▸ **What you have to do**
Word for word, set down every line of the entries below from the line with "whole name matches" to the line with "or a report", including both, and no other line.

(Beginning of Data to examine)

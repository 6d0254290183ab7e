package dev.countercheck.report;

import dev.countercheck.eurocode.Num;

import java.math.BigDecimal;
import java.math.RoundingMode;

/**
 * How numbers are rounded for output. The JSON result and the HTML report use the same
 * rounding, so a person reading the report sees exactly the numbers the JSON carries.
 * Plain notation, no exponent, no locale.
 *
 * <ul>
 *   <li>computed quantities and trace results: four significant figures, as in the trace's
 *       substituted text ({@link Num#f});</li>
 *   <li>utilisation and claim difference: four decimal places;</li>
 *   <li>claimed values: as submitted (the shortest decimal that gives the same double), so the
 *       report never misquotes the designer.</li>
 * </ul>
 */
final class ReportNumbers {

    private static final int RATIO_DECIMALS = 4;

    private ReportNumbers() {
    }

    /** A computed quantity, to four significant figures: {@code 4301.9 → 4302}. */
    static BigDecimal quantity(double value) {
        return new BigDecimal(Num.f(value));
    }

    /** A dimensionless ratio, to four decimal places: {@code 0.91234 → 0.9123}, {@code 0.9100 → 0.91}. */
    static BigDecimal ratio(double value) {
        return new BigDecimal(value).setScale(RATIO_DECIMALS, RoundingMode.HALF_EVEN).stripTrailingZeros();
    }

    /** A value the designer submitted, as written: {@code 4300.0 → 4300}, {@code 4301.95 → 4301.95}. */
    static BigDecimal claimed(double value) {
        return BigDecimal.valueOf(value).stripTrailingZeros();
    }

    /** Text of {@link #quantity}. */
    static String quantityText(double value) {
        return quantity(value).toPlainString();
    }

    /** Text of {@link #ratio}. */
    static String ratioText(double value) {
        return ratio(value).toPlainString();
    }

    /** Text of {@link #claimed}. */
    static String claimedText(double value) {
        return claimed(value).toPlainString();
    }

    /**
     * A relative difference in per cent, signed, from the same four-decimal rounding the JSON
     * carries (only the decimal point moves): {@code -0.0004 → "-0.04 %"}, {@code 0.125 → "+12.5 %"}.
     */
    static String percentText(double difference) {
        BigDecimal percent = ratio(difference).movePointRight(2).stripTrailingZeros();
        String sign = percent.signum() > 0 ? "+" : "";
        return sign + percent.toPlainString() + " %";
    }
}
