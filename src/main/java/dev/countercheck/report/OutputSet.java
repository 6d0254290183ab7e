package dev.countercheck.report;

import java.io.BufferedWriter;
import java.io.IOException;
import java.io.OutputStream;
import java.io.OutputStreamWriter;
import java.io.Writer;
import java.nio.charset.StandardCharsets;
import java.nio.file.DirectoryStream;
import java.nio.file.Files;
import java.nio.file.Path;
import java.util.ArrayList;
import java.util.HexFormat;
import java.util.LinkedHashMap;
import java.util.List;
import java.util.Map;
import java.util.concurrent.ThreadLocalRandom;
import java.util.regex.Matcher;
import java.util.regex.Pattern;

/**
 * The files of one submission's review (JSON result, HTML report, PDF, and whatever joins them
 * with one more {@link #add}), replaced together or not at all. Each file is first written to a
 * hidden temporary name in the target folder and forced to disk; then an empty journal file is
 * moved into place, which commits the set; then each temporary file is renamed onto its report and
 * the journal removed. A run that stops before the journal leaves the previous reports; one killed
 * after it is completed by the next run in the folder ({@link #recover}), which also removes the
 * temporary files of runs that died. A file that is not the tool's own report (see {@link
 * ReportMarkers}) is never replaced.
 *
 * <p>Names carry the writing process's id and a set id: {@code .<report>.<pid>.<set>.tmp} and
 * {@code .countercheck.<pid>.<set>.set}; a process still running keeps its files.
 */
public final class OutputSet implements AutoCloseable {

    /** Writes the bytes of a new file and forces them to disk; replaceable in tests (a full disk). */
    @FunctionalInterface
    public interface Sink {
        void write(Path file, Content content) throws IOException;
    }

    /**
     * What a file of the set holds, written when the set is committed straight into the file's
     * (buffered) stream, so that a large report is never held whole in memory.
     */
    @FunctionalInterface
    public interface Content {
        void writeTo(OutputStream out) throws IOException;
    }

    /** A text file's content, written as UTF-8 into a buffered writer when the set is committed. */
    @FunctionalInterface
    public interface Text {
        void writeTo(Writer out) throws IOException;
    }

    /** The disk as it is. */
    public static final Sink DISK = ReportFiles::write;

    private static final Pattern TEMPORARY = Pattern.compile("\\.(.+)\\.(\\d+)\\.([0-9a-f]{16})\\.tmp");
    private static final Pattern JOURNAL = Pattern.compile("\\.countercheck\\.(\\d+)\\.([0-9a-f]{16})\\.set");

    /** The size of the buffer between a report's writer and its file. */
    static final int BUFFER = 1 << 16;
    /** The characters of a text encoded at once by {@link #add(String, String)}. */
    private static final int SLICE = 1 << 16;

    /** The journal of a set while it is written; its move to {@code .countercheck.<pid>.<set>.set} commits the set. */
    private static final String PENDING = "countercheck-set";

    private final Path folder;
    private final Sink sink;
    private final String id = ProcessHandle.current().pid() + "." + HexFormat.of().toHexDigits(
            ThreadLocalRandom.current().nextLong());
    private final Map<Path, Content> files = new LinkedHashMap<>();
    private final List<Path> written = new ArrayList<>();
    private final List<Pattern> retired = new ArrayList<>();
    private boolean committed;

    private OutputSet(Path folder, Sink sink) {
        this.folder = folder;
        this.sink = sink;
    }

    /** A set of files to write into {@code folder}, on disk. */
    public static OutputSet in(Path folder) {
        return in(folder, DISK);
    }

    public static OutputSet in(Path folder, Sink sink) {
        return new OutputSet(folder.toAbsolutePath().normalize(), sink);
    }

    /** Adds a file of the set, by its name in the folder; {@code content} writes it when the set is committed. */
    public OutputSet add(String name, Content content) {
        if (name.contains("/") || name.contains("\\") || name.startsWith(".")) {
            throw new IllegalArgumentException("a report's name is a plain file name: " + name);
        }
        files.put(folder.resolve(name), content);
        return this;
    }

    /** Adds a text file, written as UTF-8 by {@code text} when the set is committed. */
    public OutputSet addText(String name, Text text) {
        return add(name, out -> {
            Writer writer = new BufferedWriter(new OutputStreamWriter(out, StandardCharsets.UTF_8), BUFFER);
            text.writeTo(writer);
            writer.flush();
        });
    }

    public OutputSet add(String name, byte[] content) {
        return add(name, out -> out.write(content));
    }

    /**
     * Adds a text file whose whole text is at hand, written as UTF-8 by the string's own encoder in
     * slices (a writer's encoder takes its slow path at the first character beyond ASCII).
     */
    public OutputSet add(String name, String content) {
        return add(name, out -> {
            int start = 0;
            while (start < content.length()) {
                int end = Math.min(content.length(), start + SLICE);
                if (end < content.length() && Character.isHighSurrogate(content.charAt(end - 1))) {
                    end--; // a surrogate pair stays in one slice
                }
                out.write(content.substring(start, end).getBytes(StandardCharsets.UTF_8));
                start = end;
            }
        });
    }

    /**
     * Names the files of an earlier run that this set no longer writes (the part pages of a report that
     * has since shrunk): once the set is in place, each file of the folder whose whole name matches
     * {@code names}, that is not one of the set's files and that bears the tool's mark, is removed.
     */
    public OutputSet retire(Pattern names) {
        retired.add(names);
        return this;
    }

    /**
     * Writes every file of the set and replaces the reports together.
     *
     * @throws IOException when a file cannot be written (nothing is replaced then), or a report
     *                     exists that the tool did not write
     */
    public void commit() throws IOException {
        for (Path target : files.keySet()) {
            if (!ReportMarkers.replaceable(target)) {
                throw new IOException(target + " exists and was not written by " + ReportMarkers.TOOL
                        + ": it is left as it is");
            }
        }
        Files.createDirectories(folder);
        for (Map.Entry<Path, Content> file : files.entrySet()) {
            Path temporary = temporary(file.getKey());
            written.add(temporary);
            sink.write(temporary, file.getValue());
        }
        Path pending = folder.resolve("." + PENDING + "." + id + ".tmp");
        written.add(pending);
        sink.write(pending, out -> { });
        Path journal = folder.resolve(".countercheck." + id + ".set");
        ReportFiles.move(pending, journal);
        committed = true;
        complete(folder, id);
        removeRetired();
    }

    private void removeRetired() throws IOException {
        if (retired.isEmpty()) {
            return;
        }
        List<Path> stale = new ArrayList<>();
        try (DirectoryStream<Path> listing = Files.newDirectoryStream(folder)) {
            for (Path file : listing) {
                String name = file.getFileName().toString();
                if (!files.containsKey(file) && retired.stream().anyMatch(p -> p.matcher(name).matches())
                        && ReportMarkers.replaceable(file)) {
                    stale.add(file);
                }
            }
        }
        for (Path file : stale) {
            Files.deleteIfExists(file);
        }
    }

    /** Removes the temporary files of a set that was not committed. */
    @Override
    public void close() throws IOException {
        if (!committed) {
            for (Path file : written) {
                Files.deleteIfExists(file);
            }
        }
    }

    private Path temporary(Path target) {
        return folder.resolve("." + target.getFileName() + "." + id + ".tmp");
    }

    /**
     * Finishes what runs that died in {@code folder} left: a committed set is completed (its
     * reports replaced), and temporary files of sets that were not committed are removed. Files
     * of a process still running are left alone. Does nothing when the folder does not exist.
     */
    public static void recover(Path folder) throws IOException {
        if (!Files.isDirectory(folder)) {
            return;
        }
        List<String> names = new ArrayList<>();
        try (DirectoryStream<Path> listing = Files.newDirectoryStream(folder, ".*")) {
            listing.forEach(p -> names.add(p.getFileName().toString()));
        }
        for (String name : names) {
            Matcher journal = JOURNAL.matcher(name);
            if (journal.matches() && !alive(journal.group(1))) {
                complete(folder, journal.group(1) + "." + journal.group(2));
            }
        }
        for (String name : names) {
            Matcher temporary = TEMPORARY.matcher(name);
            if (temporary.matches() && !alive(temporary.group(2))) {
                Files.deleteIfExists(folder.resolve(name));
            }
        }
    }

    /** Renames every temporary file of committed set {@code id} onto its report, then removes the journal. */
    private static void complete(Path folder, String id) throws IOException {
        String suffix = "." + id + ".tmp";
        List<Path> temporaries = new ArrayList<>();
        try (DirectoryStream<Path> listing = Files.newDirectoryStream(folder, ".*" + suffix)) {
            listing.forEach(temporaries::add);
        }
        temporaries.sort(null);
        for (Path temporary : temporaries) {
            String name = temporary.getFileName().toString();
            String report = name.substring(1, name.length() - suffix.length());
            if (!report.equals(PENDING)) {
                ReportFiles.move(temporary, folder.resolve(report));
            } else {
                Files.deleteIfExists(temporary);
            }
        }
        Files.deleteIfExists(folder.resolve(".countercheck." + id + ".set"));
    }

    private static boolean alive(String pid) {
        try {
            return ProcessHandle.of(Long.parseLong(pid)).map(ProcessHandle::isAlive).orElse(false);
        } catch (NumberFormatException e) {
            return false;
        }
    }
}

(End of Data to examine)

▸ **Solved exercise**
     * has since shrunk): once the set is in place, each file of the folder whose whole name matches
     * {@code names}, that is not one of the set's files and that bears the tool's mark, is removed.
     */
    public OutputSet retire(Pattern names) {
        retired.add(names);
        return this;
    }

    /**
     * Writes every file of the set and replaces the reports together.
     *
     * @throws IOException when a file cannot be written (nothing is replaced then), or a report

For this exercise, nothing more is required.